CloverDX Blog on Data Integration

Working with subgraphs in CloverDX 4.0

Written by Jan Sedláček | November 25, 2014

Subgraphs are one of several new, exciting abilities in CloverDX 4.0. You may have already read some articles about them. To better illustrate the usage and benefits of subgraphs, let me guide you through one detailed example.

I was working on one presentation for one of our new customers and part of the presentation was a graph that generated data. The specific request was:

- to generate a data sample that looks like real people's contact information

- to show how to use the data sample for testing purposes

I started to build a graph to generate imaginary contacts. It takes the most common first names and surnames from a web source and then combines them randomly together. Afterward, it generates an email address for each of them.

Here is what the graph looks like:

Although for simple task, graph is already quite complex.

The graph consists of 3 different jobs:

1. It reads a list of first names and puts them into lookup

2. It reads a list of last names and puts them into lookup

3. It generates random combinations of first and last names

I realized that I can easily demonstrate subgraphs' functionality to the customer as well, as downloading and parsing names is used twice in the graph and it is almost same in both cases. The only thing that differs is the HTTP request URL and the regular expression pattern used for the extraction of the data. This sort of duplicity in a graph is typical for a good subgraph candidate; the only difference between those two will be in the subgraph parameters. Also creating a subgraph now will save me a lot of work in the future, because I will be able to create any graph with lookup data in just a few minutes.

So how can I create a subgraph from an existing graph?

Wrapping part of the existing graph into a subgraph

As I want to reuse part of the existing graph, the “Wrap as subgraph” functionality was exactly what I need. I select five components that are supposed to be in the graph, and then right-click to open the menu.

Selected components are highlighted

CloverDX shows a dialogue window with the subgraph wrapping wizard. You can change the name of the subgraph, configure the input and outputs ports, and check a preview of the wrapped subgraph.

The basic setting of a subgraph––changing the name and configuring ports.

Or you can preview what the original graph will look like after you wrap its parts into a subgraph.

Preview of parent graph after wraping up subgraph.

I was fine with the default name and input/output configuration, so I don't change anything. Clicking on "Finish" at this point closes the wizard, and a new subgraph will be created and the parent graph will be changed. You can see that the wrapped components are now gone and the subgraph component has replaced them.

Graph after finishing wrapping wizard.

After clicking on the subgraph component, CloverDX opens the subgraph's content.

Complexity is hidden in the subgraph.

Note the green and blue bars that represent the inputs and outputs of the subgraph component in the graph. In this case, this mean that there is one input and two outputs. The area on the right and left, behind the bars, allows you to debug the subgraph without messing with the graph. You can add any components behind those bars without affecting the parent graph at all.

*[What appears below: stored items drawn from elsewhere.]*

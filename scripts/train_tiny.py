#!/usr/bin/env python3
"""Train the bundled tiny model "pebble" on the invented corpus and export it.

    python scripts/make_corpus.py --seed 1234 --out data/corpus
    OMP_WAIT_POLICY=PASSIVE python scripts/train_tiny.py --corpus data/corpus --out tiny_models/pebble

Steps: train a byte-level BPE tokenizer (vocabulary 2048, special token <doc> = id 0)
on train.txt; tokenize; train the DESIGN section 6 configuration with PyTorch on
CPU (seeded, 2 threads); export config.json, model.safetensors, tokenizer.json,
heldout.txt (a slice of whole held-out documents), reference.npz and CARD.md,
each written atomically (temp file + os.replace).

Held-out scoring (used for the CARD figures): ids = encode(heldout.txt) (the file
holds a literal <doc> before every document, which encodes to id 0); windows
ids[i:i+256] for i = 0, 256, 512, ...; in each window every position after the
first is predicted from the window's earlier tokens; cross-entropy is the mean
over all predicted positions, perplexity its exp.
"""

from __future__ import annotations

import argparse
import datetime as dt
import json
import math
import os
import sys
import time
from pathlib import Path

import numpy as np
import torch
import torch.nn.functional as F
from tokenizers import Tokenizer, decoders, models, pre_tokenizers, trainers

ROOT = Path(__file__).resolve().parent.parent
sys.path.insert(0, str(ROOT))

from moerun.torch_ref import TorchMoE  # noqa: E402  (after the sys.path insert above)

DOC = "<doc>"

CONFIG = {
    "format": "moerun/1", "name": "pebble", "vocab_size": 2048, "d_model": 128, "n_layers": 4,
    "n_heads": 4, "n_kv_heads": 2, "head_dim": 32, "n_experts": 8, "top_k": 2, "d_expert": 256,
    "max_seq_len": 256, "rope_theta": 10000.0, "norm_eps": 1e-5, "tied_embeddings": True,
    "bos_token_id": 0, "dtype": "F32",
}


# ------------------------------------------------------------------ helpers


def log(msg: str) -> None:
    print(msg, flush=True)


def atomic_write(path: Path, data: bytes) -> None:
    tmp = path.with_name(f".{path.name}.tmp")
    with open(tmp, "wb") as f:
        f.write(data)
        f.flush()
        os.fsync(f.fileno())
    os.replace(tmp, path)


def split_docs(text: str) -> list[str]:
    """Documents of a corpus file, each including its leading <doc> marker."""
    return [DOC + d for d in text.split(DOC)[1:]]


def register_of(doc: str) -> str:
    body = doc[len(DOC):]
    for prefix, name in (("== log", "log"), ("## ", "table"), ("Field notes", "notes"),
                         ("[radio", "radio"), ("TICKET", "ticket")):
        if body.startswith(prefix):
            return name
    return "other"


# ------------------------------------------------------------------ tokenizer


def train_tokenizer(docs: list[str], vocab_size: int) -> Tokenizer:
    tok = Tokenizer(models.BPE())
    tok.pre_tokenizer = pre_tokenizers.ByteLevel(add_prefix_space=False)
    tok.decoder = decoders.ByteLevel()
    trainer = trainers.BpeTrainer(vocab_size=vocab_size, special_tokens=[DOC], min_frequency=2,
                                  initial_alphabet=pre_tokenizers.ByteLevel.alphabet(), show_progress=False)
    tok.train_from_iterator((d[len(DOC):] for d in docs), trainer=trainer)
    if tok.token_to_id(DOC) != 0 or tok.get_vocab_size() != vocab_size:
        raise RuntimeError(f"tokenizer: <doc> id {tok.token_to_id(DOC)}, vocabulary {tok.get_vocab_size()}")
    return tok


def encode_docs(tok: Tokenizer, docs: list[str]) -> np.ndarray:
    encs = tok.encode_batch(docs)
    ids = np.concatenate([np.asarray(e.ids, dtype=np.int64) for e in encs])
    return ids


# ------------------------------------------------------------------ evaluation


@torch.no_grad()
def score(model: TorchMoE, ids: np.ndarray, window: int, batch: int = 8) -> tuple[float, int, np.ndarray]:
    """(mean cross-entropy in nats/token, predicted tokens, expert assignment counts [L, E])."""
    model.eval()
    chunks = [ids[i:i + window] for i in range(0, len(ids), window)]
    chunks = [c for c in chunks if len(c) >= 2]
    total, n = 0.0, 0
    counts = torch.zeros(model.n_layers, model.n_experts, dtype=torch.long)
    full = [c for c in chunks if len(c) == window]
    rest = [c for c in chunks if len(c) != window]
    groups = [full[i:i + batch] for i in range(0, len(full), batch)] + [[c] for c in rest]
    for g in groups:
        x = torch.from_numpy(np.stack(g))
        logits, aux = model(x, return_aux=True)
        ce = F.cross_entropy(logits[:, :-1].reshape(-1, logits.shape[-1]), x[:, 1:].reshape(-1), reduction="sum")
        total += ce.item()
        n += x[:, 1:].numel()
        counts += aux["counts"]
    model.train()
    return total / n, n, counts.numpy()


@torch.no_grad()
def sample(model: TorchMoE, tok: Tokenizer, prompt: str, n: int, temperature: float, gen: torch.Generator) -> str:
    ids = tok.encode(prompt).ids
    logits = model.prefill(ids)
    out = []
    for _ in range(n):
        if temperature <= 0:
            t = int(torch.argmax(logits))
        else:
            t = int(torch.multinomial(torch.softmax(logits / temperature, dim=-1), 1, generator=gen))
        if t == 0 or len(ids) + len(out) + 1 >= model.max_seq_len:
            break
        out.append(t)
        logits = model.decode_step(t)
    return prompt[len(DOC):] + tok.decode(out)


# ------------------------------------------------------------------ main


def main() -> None:
    ap = argparse.ArgumentParser(description="Train and export the tiny model 'pebble'.")
    ap.add_argument("--corpus", default=str(ROOT / "data" / "corpus"))
    ap.add_argument("--out", default=str(ROOT / "tiny_models" / "pebble"))
    ap.add_argument("--seed", type=int, default=7)
    ap.add_argument("--steps", type=int, default=1200)
    ap.add_argument("--batch", type=int, default=8)
    ap.add_argument("--lr", type=float, default=2.5e-3)
    ap.add_argument("--warmup", type=int, default=60)
    ap.add_argument("--weight-decay", type=float, default=0.1)
    ap.add_argument("--lb-coef", type=float, default=0.01)
    ap.add_argument("--z-coef", type=float, default=1e-3)
    ap.add_argument("--threads", type=int, default=2)
    ap.add_argument("--heldout-kb", type=int, default=80, help="size of the bundled held-out slice")
    ap.add_argument("--eval-every", type=int, default=300)
    args = ap.parse_args()

    if os.environ.get("OMP_WAIT_POLICY", "").upper() != "PASSIVE":
        log("note: set OMP_WAIT_POLICY=PASSIVE for training on shared cores "
            "(OMP_WAIT_POLICY=PASSIVE python scripts/train_tiny.py ...)")
    torch.set_num_threads(args.threads)
    torch.manual_seed(args.seed)
    np.random.seed(args.seed)
    t_start = time.monotonic()
    corpus, out = Path(args.corpus), Path(args.out)
    out.mkdir(parents=True, exist_ok=True)
    cfg = dict(CONFIG)
    seq = cfg["max_seq_len"]

    # -- corpus and tokenizer
    train_docs = split_docs((corpus / "train.txt").read_text(encoding="utf-8"))
    held_docs = split_docs((corpus / "heldout.txt").read_text(encoding="utf-8"))
    tok = train_tokenizer(train_docs, cfg["vocab_size"])
    for d in held_docs[:50]:
        enc = tok.encode(d)
        if enc.ids[0] != 0 or tok.decode(enc.ids, skip_special_tokens=False) != d:
            raise RuntimeError("tokenizer does not round-trip a held-out document")
    train_ids = encode_docs(tok, train_docs)
    held_ids = encode_docs(tok, held_docs)
    log(f"tokenizer: vocab {tok.get_vocab_size()}; train {len(train_ids):,} tokens "
        f"({sum(len(d.encode()) for d in train_docs) / len(train_ids):.2f} bytes/token), held-out {len(held_ids):,} tokens")

    # bundled held-out slice: whole documents from the start of heldout.txt
    slice_docs, size = [], 0
    for d in held_docs:
        if size >= args.heldout_kb * 1000:
            break
        slice_docs.append(d)
        size += len(d.encode("utf-8"))
    slice_text = "".join(slice_docs)
    slice_ids = np.asarray(tok.encode(slice_text).ids, dtype=np.int64)

    # -- model and optimiser
    model = TorchMoE(cfg)
    n_params = sum(p.numel() for p in model.parameters())
    decay = [p for p in model.parameters() if p.ndim >= 2]
    no_decay = [p for p in model.parameters() if p.ndim < 2]
    opt = torch.optim.AdamW([{"params": decay, "weight_decay": args.weight_decay},
                             {"params": no_decay, "weight_decay": 0.0}],
                            lr=args.lr, betas=(0.9, 0.95), eps=1e-8)

    def lr_at(step: int) -> float:
        if step < args.warmup:
            return args.lr * (step + 1) / args.warmup
        prog = (step - args.warmup) / max(1, args.steps - args.warmup)
        return args.lr * (0.1 + 0.9 * 0.5 * (1 + math.cos(math.pi * prog)))

    gen = torch.Generator().manual_seed(args.seed)
    data = torch.from_numpy(train_ids)
    max_start = len(train_ids) - seq - 1
    log(f"model: {n_params:,} parameters; {args.steps} steps of {args.batch}x{seq} tokens on {args.threads} threads")
    t0 = time.monotonic()
    hist: list[float] = []
    evals: list[tuple[int, float]] = []
    model.train()
    for step in range(args.steps):
        for g in opt.param_groups:
            g["lr"] = lr_at(step)
        starts = torch.randint(0, max_start, (args.batch,), generator=gen)
        xb = torch.stack([data[s:s + seq + 1] for s in starts.tolist()])
        logits, aux = model(xb[:, :-1], return_aux=True)
        ce = F.cross_entropy(logits.reshape(-1, logits.shape[-1]), xb[:, 1:].reshape(-1))
        loss = ce + args.lb_coef * aux["lb"] + args.z_coef * aux["z"]
        opt.zero_grad(set_to_none=True)
        loss.backward()
        torch.nn.utils.clip_grad_norm_(model.parameters(), 1.0)
        opt.step()
        hist.append(ce.item())
        if (step + 1) % 50 == 0 or step == 0:
            recent = hist[-50:]
            log(f"step {step + 1:5d}/{args.steps}  loss {sum(recent) / len(recent):.4f}  lb {aux['lb'].item():.3f}  "
                f"z {aux['z'].item():.2f}  lr {lr_at(step):.2e}  {time.monotonic() - t0:7.1f} s")
        if args.eval_every and (step + 1) % args.eval_every == 0 and step + 1 < args.steps:
            ce_h, _, _ = score(model, held_ids, seq)
            evals.append((step + 1, ce_h))
            log(f"           held-out {ce_h:.4f} nats/token (ppl {math.exp(ce_h):.3f})")
    train_seconds = time.monotonic() - t0
    final_train_loss = sum(hist[-50:]) / len(hist[-50:])
    model.eval()

    # -- evaluation
    ce_all, n_all, _ = score(model, held_ids, seq)
    ce_slice, n_slice, counts = score(model, slice_ids, seq)
    rng = np.random.default_rng(args.seed)
    tr_windows = np.concatenate([train_ids[s:s + seq] for s in rng.integers(0, max_start, 64)])
    ce_train, _, _ = score(model, tr_windows, seq)
    shares = counts / counts.sum(axis=1, keepdims=True)
    log(f"done in {train_seconds:.0f} s: train loss (last 50 steps) {final_train_loss:.4f}; "
        f"eval-mode train {ce_train:.4f}; held-out {ce_all:.4f} (ppl {math.exp(ce_all):.3f}); "
        f"bundled slice {ce_slice:.4f} (ppl {math.exp(ce_slice):.3f})")
    log("expert shares per layer (% of top-k assignments):")
    for li in range(cfg["n_layers"]):
        log(f"  layer {li}: " + " ".join(f"{100 * s:5.1f}" for s in shares[li]))

    # -- export
    atomic_write(out / "config.json", (json.dumps(cfg, indent=2) + "\n").encode())
    tensors = model.state_to_numpy()
    meta = {"format": "moerun/1", "name": "pebble", "torch_version": torch.__version__}
    try:
        from moerun.modelfile import save_model_file
        save_model_file(out / "model.safetensors", tensors, metadata=meta)
        writer = "moerun.modelfile.save_model_file"
    except ImportError:
        from safetensors.numpy import save_file
        tmp = out / ".model.safetensors.tmp"
        save_file(tensors, str(tmp), metadata=meta)
        os.replace(tmp, out / "model.safetensors")
        writer = "safetensors.numpy.save_file (moerun.modelfile not available)"
    os.chmod(out / "model.safetensors", 0o644)
    log(f"model.safetensors written with {writer}")
    tmp = out / ".tokenizer.json.tmp"
    tok.save(str(tmp))
    os.replace(tmp, out / "tokenizer.json")
    atomic_write(out / "heldout.txt", slice_text.encode("utf-8"))

    # reference windows: three documents of different registers in the slice, 64 tokens from their start
    doc_starts = np.flatnonzero(slice_ids == 0)
    picked, seen = [], set()
    for s, d in zip(doc_starts, slice_docs, strict=True):
        reg = register_of(d)
        if reg not in seen and s + 64 <= len(slice_ids):
            picked.append(s)
            seen.add(reg)
        if len(picked) == 3:
            break
    ref_ids = np.stack([slice_ids[s:s + 64] for s in picked]).astype(np.int64)
    fresh = TorchMoE.from_model_dir(out)
    with torch.no_grad():
        ref_logits = fresh(torch.from_numpy(ref_ids)).numpy().astype(np.float32)
        same = model(torch.from_numpy(ref_ids)).numpy()
    if not np.array_equal(ref_logits, same):
        raise RuntimeError("reloaded model gives different logits from the trained one")
    tmp = out / ".reference.npz.tmp"
    with open(tmp, "wb") as f:
        np.savez(f, token_ids=ref_ids, logits=ref_logits, torch_version=np.array(torch.__version__))
    os.replace(tmp, out / "reference.npz")

    # samples (torch decode path)
    sgen = torch.Generator().manual_seed(args.seed)
    samples = []
    for prompt, temp in ((DOC + "== log", 0.0), (DOC + "Field notes —", 0.8), (DOC + "[radio", 0.8),
                         (DOC + "TICKET", 0.8), (DOC + "## Weekly yield", 0.0), (DOC, 0.8)):
        text = sample(fresh, tok, prompt, 160, temp, sgen)
        samples.append((prompt, temp, text))
        log(f"--- sample {prompt!r} (temperature {temp}) ---\n{text}")

    write_card(out, cfg, corpus, args, n_params, train_seconds, final_train_loss, ce_train, ce_all, n_all,
               ce_slice, n_slice, shares, samples, evals, len(train_ids), len(held_ids), writer, tok)
    log(f"exported to {out} ({sum(p.stat().st_size for p in out.iterdir()) / 2**20:.1f} MiB) "
        f"in {time.monotonic() - t_start:.0f} s total")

Setting the parameters of a subgraph

In order for subgraphs to work and to relieve additional work from graph creation, it is important to parametrize their functionality so they can be used in different situations. To do this, you can use public parameters in subgraphs and set their value in the parent graph. I want to use a URL as a parameter for our subgraph. It's pretty simple. Just use "Export as subgraph parameter" for the attribute you want to export. And now you can update this parameter directly in the graph, without ever opening the subgraph.

Choose parameters, that will be visible from parent graph.

Utilizing the subgraph.

The final step is to use the subgraph to create the graph again. Here, I will create this graph from scratch, using a subgraph.

You can set the value of parameters as an attribute of the subgraph component in the parent graph.

Parameters are propagated to a subgraph properties.

The final graph looks like this:

Simplification is visible immediately,

The original graph contained 16 components and was quite hard to understand. The new version, using a subgraph, now contains only half the number of components and is much easier to understand and navigate.

Also with the utilization of the subgraph, you will be able to reduce the time needed to create a new graph. And this is because of the new features available in CloverDX 4.0.

There are many other features, like metadata propagation and the execution view. We will get to these functions later, but for now, let's stick with these basic concepts. I encourage you to download CloverDX now and try subgraphs for yourself. Start with wrapping subgraphs from existing graphs, as it is the easiest way to learn how to use them; you can immediately see how powerful they can be.